Cluster B: Individuals with these disorders are commonly described as dramatic, impulsive, and erratic. This cluster includes histrionic, narcissistic, antisocial, and borderline personality disorders.

Cluster C: Individuals with these disorders often present as anxious and fearful. It can be difficult to distinguish these personality disorders from the anxiety-based Axis I disorders in some individuals. This cluster includes avoidant, dependent, and obsessive-compulsive personality disorders.

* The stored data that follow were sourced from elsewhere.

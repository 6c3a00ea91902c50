package org.risetrace.sim;

import org.risetrace.board.Board;
import org.risetrace.io.Sidecar;

import java.nio.file.Path;
import java.util.List;

/**
 * What {@link Simulator#run} wrote.
 *
 * @param directory  the output folder
 * @param frameFiles the frame files in time order
 * @param board      the board file's content (board.json)
 * @param sidecar    the sidecar's content (series.json)
 * @param truth      the ground truth (truth.json)
 */
public record SimulationOutput(Path directory, List<Path> frameFiles, Board board, Sidecar sidecar, Truth truth) {
    public Path boardFile() { return directory.resolve("board.json"); }
    public Path sidecarFile() { return directory.resolve("series.json"); }
    public Path truthFile() { return directory.resolve("truth.json"); }
}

Paranoid Personality Disorder

Individuals with paranoid personality disorder (PPD) are suspicious of others, expecting to be mistreated by others. They expect harm to come to themselves and are sensitive to any evidence of impending attacks, without sufficient basis or without considering alternative explanations. They tend to see themselves as blameless, instead finding fault for their misfortunes in others, and they are likely to look for clues that validate their expectations. They are preoccupied with doubts about the loyalty or trustworthiness of others and are, therefore, unlikely to confide in others. They are hypersensitive in interactions with others, often ascribing pejorative intent to even benign remarks or events. Behaviorally, they are often described as “vigilant,” and their interpersonal relationships are marked by hostility. Their internal anxiety is related to their almost constant fear of being harmed by others. They commonly bear grudges and are unlikely to forgive perceived slights, often reacting with anger. Although some individuals diagnosed with PPD exhibit transient psychotic symptoms (e.g., persecutory delusions), they are typically in contact with reality and do not exhibit the perceptual disturbances and cognitive and behavioral disorganization often found in psychoses. Some research has suggested that PPD may be more closely related to delusional disorder than schizophrenia. PPD occurs more frequently in men and is most likely comorbid with schizotypal, avoidant, and borderline personality disorders. Its prevalence rate in the general population is between 2% and 4%, and its prevalence in outpatient psychiatric settings is about 4%.